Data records
def _result(net: Network, state: State, shape: tuple[int, ...], t: np.ndarray,
            solids: Mapping[str, float] | None, ph: np.ndarray | None) -> Speciation:
    n_c = len(net.components)
    m, lg = state.molality, state.log10_gamma
    ev = evaluate(state.choice, Batch.of(net.species, m, t), paired=net.paired)
    problems = [str(v) for v in ev.violations] + net.temperature_notes(t)
    for problem in dict.fromkeys(problems):  # range problems warn (or raise under strict) and stay in the notes
        warn_range(problem)
    notes = list(ev.notes) + problems
    status, reason = _statuses(net, state)
    if not shape and not bool(state.converged[0]):
        raise ConvergenceError(reason[0], value=None, field="equilibrium")
    log_a = lg + np.log10(np.maximum(m, 1e-300))
    ph_out = -log_a[net.h] if ph is None else ph
    si = {}
    for solid, parts, log_ksp in _solids(net, solids):
        si[solid] = (sum(n * log_a[i] for i, n in parts) - log_ksp).reshape(shape)
    fractions: dict[str, dict[str, np.ndarray]] = {}
    for j, comp in enumerate(net.components):
        if j == net.h:
            continue
        tot = state.totals[j]
        with np.errstate(invalid="ignore", divide="ignore"):
            fr = {net.species[i].name: np.where(tot > _NOTHING, net.nu[i, j] * m[i] / tot, np.nan).reshape(shape)
                  for i in np.flatnonzero(net.nu[:, j] > 0)}
        fractions[comp.name] = fr
    bad = ~state.converged
    m_out = np.where(bad[None, :], np.nan, m)
    g_out = np.where(bad[None, :], np.nan, np.power(10.0, lg))
    totals = {c.name: state.totals[j].reshape(shape) for j, c in enumerate(net.components) if j < n_c}
    return Speciation(net.names, net.component_names, m_out.reshape(len(net.species), *shape),
                      g_out.reshape(len(net.species), *shape), np.where(bad, np.nan, state.ionic).reshape(shape),
                      np.where(bad, np.nan, ph_out).reshape(shape), si, fractions, totals, state.choice,
                      tuple(dict.fromkeys(notes)), state.iterations, state.converged.reshape(shape),
                      tuple(status), tuple(reason))


def _statuses(net: Network, state: State) -> tuple[list[str], list[str]]:
    """Per sample: "converged", or "not converged" with the balance that stayed open."""
    ok = np.asarray(state.converged, dtype=bool)
    status = np.where(ok, "converged", "not converged").tolist()
    reason = np.where(ok, "converged", "").astype(object)
    for k in np.flatnonzero(~ok):  # messages only for the samples that failed
        j = int(np.argmax(np.abs(state.residual[:, k])))
        reason[k] = (f"sample {k}: the {net.components[j].name} balance did not close after {state.iterations} "
                     f"iterations (relative residual {float(state.residual[j, k]):.2g}); the sample is left out")
    return status, reason.tolist()


def ph_of(solution: Any, *, model: str = "auto", **kwargs: Any) -> float | np.ndarray:
    """pH (activity scale) of a composition from its proton balance, amphiprotic species included.

    Parameters
    ----------
    solution : Solution
        Totals of the composition (acids, bases and salts as given).
    model : str
        Activity model or "auto".
    **kwargs
        Passed to :func:`speciate` (``temperature``, ``species``, ``missing`` …).

    Returns
    -------
    float or numpy.ndarray
        pH = −log10 a(H+), one per sample.

    Raises
    ------
    ConvergenceError
        A single solution whose proton balance does not close.
    InputError
        An unknown species or a bad constant.

    References
    ----------
    F. M. M. Morel and J. G. Hering, *Principles and Applications of Aquatic Chemistry*,
    Wiley (1993), ch. 3 (the proton balance; from memory).

    Examples
    --------
    >>> import ionact as ia
    >>> round(ia.ph_of(ia.Solution({"Na+": 0.01, "CH3COO-": 0.01, "CH3COOH": 0.01}), model="davies"), 2)
    4.71
    """
    return _out(speciate(solution, model=model, **kwargs).pH)


@lru_cache(maxsize=512)
def _cached_network(inputs: tuple[Ion, ...], exclude: tuple[str, ...]) -> Network:
    return network_for(inputs, exclude_kinds=exclude)


def _network(inputs: tuple[Ion, ...], species: Iterable[Complex] | None, exclude: tuple[str, ...]) -> Network:
    if species is None:
        return _cached_network(inputs, exclude)
    return network_for(inputs, species=species, exclude_kinds=exclude, strict=False)


ASSOCIATING_KINDS = frozenset({"pair", "complex", "hydrolysis"})


def reacts(net: Network) -> bool:
    """Whether ions of the inputs associate (pairs, complexes, hydrolysis) — the case where free and
    total differ enough to speciate by default. Protonation alone (an acid with its conjugate base)
    is speciated when a pH is held, species are given, or ``equilibrium=True``."""
    n_c = len(net.components)
    return any(kind in ASSOCIATING_KINDS for kind in net.kinds[n_c:])


@dataclass(frozen=True)
class Step:
    """Steps 2–3 of the path for a batch of input species: the model, the inputs' stoichiometric
    log10 γ (a_free / m_total for components; the species' own γ otherwise), and the equilibrium."""

    choice: ModelChoice
    log10_gamma: np.ndarray  # (n_inputs, N) stoichiometric
    state: State | None
    network: Network | None
    notes: tuple[str, ...]
    violations: tuple[Any, ...]
    rows: np.ndarray | None = None  # given: log10_gamma has a row per z² (and per neutral); input k's is rows[k]


def species_step(inputs: tuple[Ion, ...], m_in: np.ndarray, t: np.ndarray, model: str, opts: Any,
                 fallback: str | None, *, equilibrium: bool | None = None, ph: np.ndarray | None = None,
                 species: Iterable[Complex] | None = None, choice: ModelChoice | None = None,
                 max_iterations: int = MAX_ITERATIONS, checks: bool = True, batch: Batch | None = None,
                 by_charge: bool = False) -> Step:
    """Speciate where the inputs react (or as asked) and evaluate the model: one call for every job.

    ``checks=False`` skips the model's notes and range checks (for inner loops that call it
    many times; the final evaluation of a job makes them). ``batch`` is the inputs' Batch when
    the caller has built it already. ``by_charge``: where nothing is speciated and the model
    depends on z² and I alone, evaluate one species per z² (and every neutral one) and say in
    ``Step.rows`` which row is each input's.
    """
    batch = batch if batch is not None else Batch.of(inputs, m_in, t)
    free_choice = choice or resolve_model(batch, model, options=opts, fallback=fallback)
    if equilibrium is False or (equilibrium is None and ph is None and species is None
                                and not reacts(_network(inputs, None, _pairless(free_choice)))):
        if not checks:
            return Step(free_choice, free_choice.info.kernel(batch, free_choice.options)[0], None, None, (), ())
        if by_charge and free_choice.info.charge_only:
            reps, rows = _one_per_charge(batch.z)
            ev = evaluate(free_choice, batch, rows=reps)
            return Step(free_choice, ev.log10_gamma, None, None, ev.notes, ev.violations, rows)
        ev = evaluate(free_choice, batch)
        return Step(free_choice, ev.log10_gamma, None, None, ev.notes, ev.violations)
    net = _network(inputs, species, ())
    ch = choice or _resolve(net, m_in, t, model, opts, fallback)
    if _pairless(ch):
        net = _network(inputs, species, _pairless(ch))
    state = _solve(net, m_in, t, ch, ph, max_iterations)
    if choice is None and model == "auto":
        again = resolve_model(Batch.of(net.species, state.molality, t), "auto", options=opts, fallback=fallback)
        if again.name != ch.name:
            ch = again
            net = _network(inputs, species, _pairless(ch))
            state = _solve(net, m_in, t, ch, ph, max_iterations)
    lg = _stoichiometric(net, state, inputs)
    if not checks:
        return Step(ch, lg, state, net, (), ())
    ev = evaluate(ch, Batch.of(net.species, state.molality, t), paired=net.paired)
    far = tuple(Violation("temperature", n) for n in net.temperature_notes(t))
    return Step(ch, lg, state, net, ev.notes, ev.violations + far)


def _one_per_charge(z: np.ndarray) -> tuple[list[int], np.ndarray]:
    """The first species of each z² (every neutral species on its own), and each species' place
    among them."""
    reps: list[int] = []
    seen: dict[float, int] = {}
    rows = np.empty(len(z), dtype=int)
    for k, zk in enumerate(z.tolist()):
        key = zk * zk
        if key == 0 or key not in seen:
            seen[key] = len(reps)
            rows[k] = len(reps)
            reps.append(k)
        else:
            rows[k] = seen[key]
    return reps, rows


def free_fraction_of(step: Step, name: str) -> np.ndarray | None:
    """Free share of a component's total in every column of a step (None without speciation)."""
    st, net = step.state, step.network
    if st is None or net is None or name not in net.names:
        return None
    i = net.names.index(name)
    with np.errstate(invalid="ignore", divide="ignore"):
        return np.asarray(np.where(st.totals[i] > 0, st.molality[i] / st.totals[i], 1.0))


def _stoichiometric(net: Network, state: State, inputs: tuple[Ion, ...]) -> np.ndarray:
    names = net.names
    out = np.empty((len(inputs), state.molality.shape[1]))
    for k, ion in enumerate(inputs):
        i = names.index(ion.name)
        if i < len(net.components) and i != net.h:
            with np.errstate(divide="ignore", invalid="ignore"):
                frac = np.where(state.totals[i] > 0, state.molality[i] / state.totals[i], 1.0)
            out[k] = state.log10_gamma[i] + np.log10(np.maximum(frac, 1e-300))
        else:
            out[k] = state.log10_gamma[i]
    return out


def speciation_of(step: Step, shape: tuple[int, ...], t: np.ndarray, solids: Mapping[str, float] | None = None
                  ) -> Speciation | None:
    """The Speciation record of a step that speciated (None when the inputs did not react)."""
    if step.state is None or step.network is None:
        return None
    return _result(step.network, step.state, shape, t, solids, None)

** Work required **
Beginning at the line with "for j, comp" and ending at the line with "def _statuses(net: Network, state: State)", reproduce each line of the data above exactly, and add no other lines.

** Answer to the problem **
    for j, comp in enumerate(net.components):
        if j == net.h:
            continue
        tot = state.totals[j]
        with np.errstate(invalid="ignore", divide="ignore"):
            fr = {net.species[i].name: np.where(tot > _NOTHING, net.nu[i, j] * m[i] / tot, np.nan).reshape(shape)
                  for i in np.flatnonzero(net.nu[:, j] > 0)}
        fractions[comp.name] = fr
    bad = ~state.converged
    m_out = np.where(bad[None, :], np.nan, m)
    g_out = np.where(bad[None, :], np.nan, np.power(10.0, lg))
    totals = {c.name: state.totals[j].reshape(shape) for j, c in enumerate(net.components) if j < n_c}
    return Speciation(net.names, net.component_names, m_out.reshape(len(net.species), *shape),
                      g_out.reshape(len(net.species), *shape), np.where(bad, np.nan, state.ionic).reshape(shape),
                      np.where(bad, np.nan, ph_out).reshape(shape), si, fractions, totals, state.choice,
                      tuple(dict.fromkeys(notes)), state.iterations, state.converged.reshape(shape),
                      tuple(status), tuple(reason))


def _statuses(net: Network, state: State) -> tuple[list[str], list[str]]:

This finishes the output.